The Tupac Amaru or Great Rebellion that shook the viceroyalty between 1780 and 1783 represented a watershed moment for both the Spanish crown and the Limeño elite. Although the rebellion was suffocated and its leaders were executed, the fear of an Indian insurrection lingered. Changes to the military organization of the viceroyalty helped noble families, like the Carrillo de Albornoz, to forge new ties to the Spanish crown by occupying the highest positions in regiments throughout the viceroyalty, particularly in Cuzco, Arequipa, and Trujillo. The succession of rebellions at the beginning of the following century cemented that relationship before two invasions, one in Spain in 1808 and one in Peru in 1820, would break it.
The eighteenth century marked a turning point in the communication system between Spain and America. Traditionally, the Flota de Indias, an armed convoy fleet made the trip from Spain to the ports of Veracruz, Cartagena, and Portobelo in America transporting people and goods twice a year. From Portobelo the Spanish Armada of the South Sea, a galleon fleet, would continue the trip to Peru to retrieve the silver from Potosi. In the eighteenth century a series of international wars and the necessity of improving the commercial relations between Spain and America led the Spanish crown to reform the fleet system. After the destruction of Portobelo in 1739, individual navíos de registro and navíos de aviso were allowed to connect the Viceroyalty of Peru with Spain through Panama or the Cape Horn. While these vessels were smaller than the galleons they were also faster, allowing the correspondence to arrive every two or three months instead of every six months.
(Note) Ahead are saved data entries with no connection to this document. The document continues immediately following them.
//! Rendering a [`Recommendation`]: the "Recommended configuration" markdown section and its
//! JSON object. Formatting only; every decision is in [`super`].

use std::fmt::Write as _;

use serde_json::{Map, Value, json};
use tabled::builder::Builder;
use tabled::settings::Style;

use super::{Candidate, Exclusion, RecommendBy, Recommendation};
use crate::results::{Results, value_text};
use crate::table::fmt_num;

/// At most this many cells are listed with what rules them out.
const MAX_EXCLUDED: usize = 20;

/// The caution printed with every recommendation.
pub const CAUTION: &str = "Caution: a configuration that wins on analytic targets is not proven \
on your model. Validate it on the model itself (several seeds, a long reference run, the \
diagnostics) before relying on its answers.";

/// The settings of a cell on the grid axes with more than one value.
fn describe(results: &Results, settings: &Map<String, Value>) -> String {
    let parts: Vec<String> = results
        .header
        .study
        .grid
        .iter()
        .filter(|(_, v)| v.len() > 1)
        .map(|(k, _)| {
            let v = settings.get(k).map_or_else(|| "?".to_string(), value_text);
            format!("{k} = {v}")
        })
        .collect();
    if parts.is_empty() {
        "the only cell".to_string()
    } else {
        parts.join(", ")
    }
}

/// What the aggregate is called.
fn aggregate_name(by: RecommendBy) -> &'static str {
    match by {
        RecommendBy::Worst => "worst relative efficiency",
        RecommendBy::GeometricMean => "geometric mean of the relative efficiencies",
    }
}

fn reason(e: &Exclusion, metric: &str) -> String {
    let opt = |x: Option<f64>| x.map_or_else(|| "–".to_string(), |v| fmt_num(v, 2));
    match e {
        Exclusion::NoRuns => "no runs".to_string(),
        Exclusion::TooFewRuns { ok } => format!("too few finished runs ({ok})"),
        Exclusion::Biased { bias_p, bias_share } => format!(
            "biased (bias p = {}, share {})",
            opt(*bias_p),
            opt(*bias_share)
        ),
        Exclusion::FailedRuns { failed, total } => format!("{failed} of {total} runs failed"),
        Exclusion::NoValue => format!("no value of `{metric}`"),
    }
}

/// A candidate's per-target table.
fn candidate_table(results: &Results, rec: &Recommendation, c: &Candidate) -> String {
    let metric = rec.metric.name();
    let mut b = Builder::default();
    b.push_record([
        "target".to_string(),
        "relative efficiency".to_string(),
        metric.to_string(),
        format!("best cell on the target ({metric})"),
    ]);
    for t in &c.targets {
        let best = rec.normaliser(&t.target).map_or_else(
            || "–".to_string(),
            |n| {
                if n.settings == c.settings {
                    "this cell".to_string()
                } else {
                    format!(
                        "{} ({})",
                        describe(results, &n.settings),
                        fmt_num(n.value, 3)
                    )
                }
            },
        );
        b.push_record([
            t.target.clone(),
            fmt_num(t.relative, 3),
            fmt_num(t.value, 3),
            best,
        ]);
    }
    let mut table = b.build();
    table.with(Style::markdown());
    table.to_string()
}

/// A candidate's settings, aggregate and per-target table, under a bold `label`.
fn candidate_block(
    o: &mut String,
    label: &str,
    results: &Results,
    rec: &Recommendation,
    c: &Candidate,
) {
    let _ = writeln!(
        o,
        "**{label}:** {} ({} {}).\n\n{}\n",
        describe(results, &c.settings),
        aggregate_name(rec.by),
        fmt_num(c.aggregate, 3),
        candidate_table(results, rec, c)
    );
}

/// The "Recommended configuration" section, its heading at `level` (2 gives `##`).
pub fn markdown(results: &Results, rec: &Recommendation, level: usize) -> String {
    let mut o = String::new();
    let metric = rec.metric.name();
    let _ = writeln!(
        o,
        "{} Recommended configuration\n",
        "#".repeat(level.max(1))
    );
    if rec.cells == 0 {
        let _ = writeln!(
            o,
            "No cells to recommend from: the results file has no run records.\n"
        );
        return o;
    }
    let n_targets = rec.targets.len();
    let _ = writeln!(
        o,
        "Rule `{}` (`--recommend-by {}`): among the cells that are unbiased, have no failed runs \
         and have a value of `{metric}` on every target ({} of {} cell{}), the one with the \
         largest {} over the {n_targets} target{}. A cell's relative efficiency on a target is \
         {}, so 1 is the best.\n",
        rec.by.name(),
        rec.by.name(),
        rec.eligible.len(),
        rec.cells,
        if rec.cells == 1 { "" } else { "s" },
        aggregate_name(rec.by),
        if n_targets == 1 { "" } else { "s" },
        if rec.metric.higher_is_better() {
            format!("its `{metric}` divided by that of the best such cell on that target")
        } else {
            format!(
                "the `{metric}` of the best such cell on that target divided by its own \
                 (lower is better)"
            )
        },
    );
    let Some(best) = rec.recommended() else {
        let _ = writeln!(
            o,
            "No cell is eligible: every cell is biased, has failed runs, has too few finished \
             runs or lacks a value of `{metric}` on at least one target. What rules out each \
             cell:\n"
        );
        for e in rec.excluded.iter().take(MAX_EXCLUDED) {
            let why: Vec<String> = e
                .ruled_out
                .iter()
                .map(|(t, rs)| {
                    let rs: Vec<String> = rs.iter().map(|r| reason(r, metric)).collect();
                    format!("{t} ({})", rs.join("; "))
                })
                .collect();
            let _ = writeln!(
                o,
                "- {}: {}",
                describe(results, &e.settings),
                why.join(", ")
            );
        }
        if rec.excluded.len() > MAX_EXCLUDED {
            let _ = writeln!(
                o,
                "- … and {} more cells (`assay table --format json` lists every one).",
                rec.excluded.len() - MAX_EXCLUDED
            );
        }
        let _ = writeln!(o);
        return o;
    };
    candidate_block(&mut o, "Recommended", results, rec, best);
    match (rec.runner_up(), &rec.comparison) {
        (Some(second), Some(cmp)) => {
            candidate_block(&mut o, "Runner-up", results, rec, second);
            let verdict = if cmp.distinguishable() {
                "distinguishable".to_string()
            } else {
                "not distinguishable at these replicate counts: run more replicates or treat \
                 them as equivalent"
                    .to_string()
            };
            let interval = match cmp.interval {
                Some((lo, hi)) => format!(
                    "95 % bootstrap interval [{}, {}] ({} resamples of the replicates of every \
                     cell on every target)",
                    fmt_num(lo, 3),
                    fmt_num(hi, 3),
                    cmp.resamples
                ),
                None => "no bootstrap interval (too few resamples gave a finite ratio)".into(),
            };
            let _ = writeln!(
                o,
                "Ratio of the two scores, recommended / runner-up: {}, {interval}: {verdict}.\n",
                fmt_num(cmp.ratio, 3)
            );
        }
        _ => {
            let _ = writeln!(
                o,
                "No runner-up: no other cell is eligible, so there is nothing to compare the \
                 recommended cell with.\n"
            );
        }
    }
    let _ = writeln!(o, "> {CAUTION}\n");
    o
}

fn candidate_json(c: &Candidate) -> Value {
    let targets: Vec<Value> = c
        .targets
        .iter()
        .map(|t| {
            json!({
                "target": t.target,
                "value": t.value,
                "relative_efficiency": t.relative,
            })
        })
        .collect();
    json!({
        "settings": Value::Object(c.settings.clone()),
        "aggregate": c.aggregate,
        "targets": targets,
    })
}

fn exclusion_json(e: &Exclusion) -> Value {
    match e {
        Exclusion::NoRuns => json!({ "reason": "no-runs" }),
        Exclusion::TooFewRuns { ok } => json!({ "reason": "too-few-runs", "ok": ok }),
        Exclusion::Biased { bias_p, bias_share } => {
            json!({ "reason": "biased", "bias_p": bias_p, "bias_share": bias_share })
        }
        Exclusion::FailedRuns { failed, total } => {
            json!({ "reason": "failed-runs", "failed": failed, "total": total })
        }
        Exclusion::NoValue => json!({ "reason": "no-value" }),
    }
}

/// The `recommendation` object of `assay table --format json`.
pub fn json(rec: &Recommendation) -> Value {
    let normalisers: Vec<Value> = rec
        .normalisers
        .iter()
        .map(|n| {
            json!({
                "target": n.target,
                "settings": Value::Object(n.settings.clone()),
                "value": n.value,
            })
        })
        .collect();
    let excluded: Vec<Value> = rec
        .excluded
        .iter()
        .map(|e| {
            let targets: Vec<Value> = e
                .ruled_out
                .iter()
                .map(|(t, rs)| {
                    json!({
                        "target": t,
                        "reasons": rs.iter().map(exclusion_json).collect::<Vec<_>>(),
                    })
                })
                .collect();
            json!({ "settings": Value::Object(e.settings.clone()), "ruled_out_by": targets })
        })
        .collect();
    let comparison = rec.comparison.as_ref().map_or(Value::Null, |c| {
        json!({
            "ratio": c.ratio,
            "interval": c.interval.map_or(Value::Null, |(lo, hi)| json!([lo, hi])),
            "resamples": c.resamples,
            "distinguishable": c.distinguishable(),
        })
    });
    json!({
        "by": rec.by.name(),
        "metric": rec.metric.name(),
        "higher_is_better": rec.metric.higher_is_better(),
        "targets": rec.targets,
        "cells": rec.cells,
        "recommended": rec.recommended().map_or(Value::Null, candidate_json),
        "runner_up": rec.runner_up().map_or(Value::Null, candidate_json),
        "comparison": comparison,
        "eligible": rec.eligible.iter().map(candidate_json).collect::<Vec<_>>(),
        "normalisers": normalisers,
        "excluded": excluded,
    })
}
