#[test]
fn systematic_point_counts_are_exact_for_large_m() {
    // `PointCounter::below` against a binary search over the (monotone) floating-point points,
    // for M far beyond what a whole resampling call in a test can use, with sums placed on
    // and within a few units in the last place of points and of multiples of 1/M, where the
    // closed form ceil(C M - v) is off by one unless the count is settled on the points.
    use super::systematic::PointCounter;
    use rand::RngExt;
    fn by_search(pc: &PointCounter, m: usize, cum: f64) -> usize {
        // First k with point(k) >= cum (M if none).
        let (mut lo, mut hi) = (0usize, m);
        while lo < hi {
            let mid = lo + (hi - lo) / 2;
            if pc.point(mid) < cum {
                lo = mid + 1;
            } else {
                hi = mid;
            }
        }
        lo
    }
    fn ulps(x: f64, k: i64) -> f64 {
        if !x.is_finite() || x == 0.0 && k < 0 {
            return x;
        }
        f64::from_bits((x.to_bits() as i64 + k) as u64)
    }
    let mut rng = ChaCha8Rng::seed_from_u64(2024);
    let mut checked = 0u64;
    for m in [
        1usize,
        2,
        7,
        1000,
        1 << 20,
        100_000_000,
        (1 << 40) + 3,
        1 << 52,
    ] {
        for v in [
            0.0,
            0.5,
            1.0 - f64::EPSILON / 2.0,
            1.0 / 16.0,
            5e-324,
            rng.random(),
        ] {
            let pc = PointCounter::new(m, v);
            let mut cums = vec![0.0, 5e-324, 1e-300, 1.0, 1.0 + 1e-12, 2.0, f64::INFINITY];
            for _ in 0..40 {
                let k = rng.random_range(0..m);
                let on_point = pc.point(k);
                let on_grid = k as f64 / m as f64;
                for d in -3..=3 {
                    cums.push(ulps(on_point, d));
                    cums.push(ulps(on_grid, d));
                }
                cums.push(rng.random_range(0.0..1.5));
            }
            for &cum in &cums {
                let want = by_search(&pc, m, cum);
                for floor in [0, want / 2, want] {
                    assert_eq!(
                        pc.below(cum, floor),
                        want,
                        "M = {m}, v = {v}, cum = {cum:e}"
                    );
                    checked += 1;
                }
            }
        }
    }
    assert!(checked > 10_000);
}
To avoid the dangers of maritime travel that included imperial wars, shipwrecks, and corsairs, merchants and elite families implemented new practices that could help in the delivery of correspondence. In some cases they sent several copies of the same letter in different vessels. In other cases they copied significant parts of a letter into another letter directed to relatives or friends. This would insure the information reached their addressees even if one letter was lost. Moreover, since letters were traditionally read out loud among members of a family and/or very close acquaintances, the information contained in the letters was not private, and it could reach a wider public beyond the family. Finally, as is the case with the Montemar letters, many times the letters were numbered, signaling that individuals kept record of how many letters they were sending and to whom. The greater speed and frequency of correspondence would have a significant impact on the contents of the letters.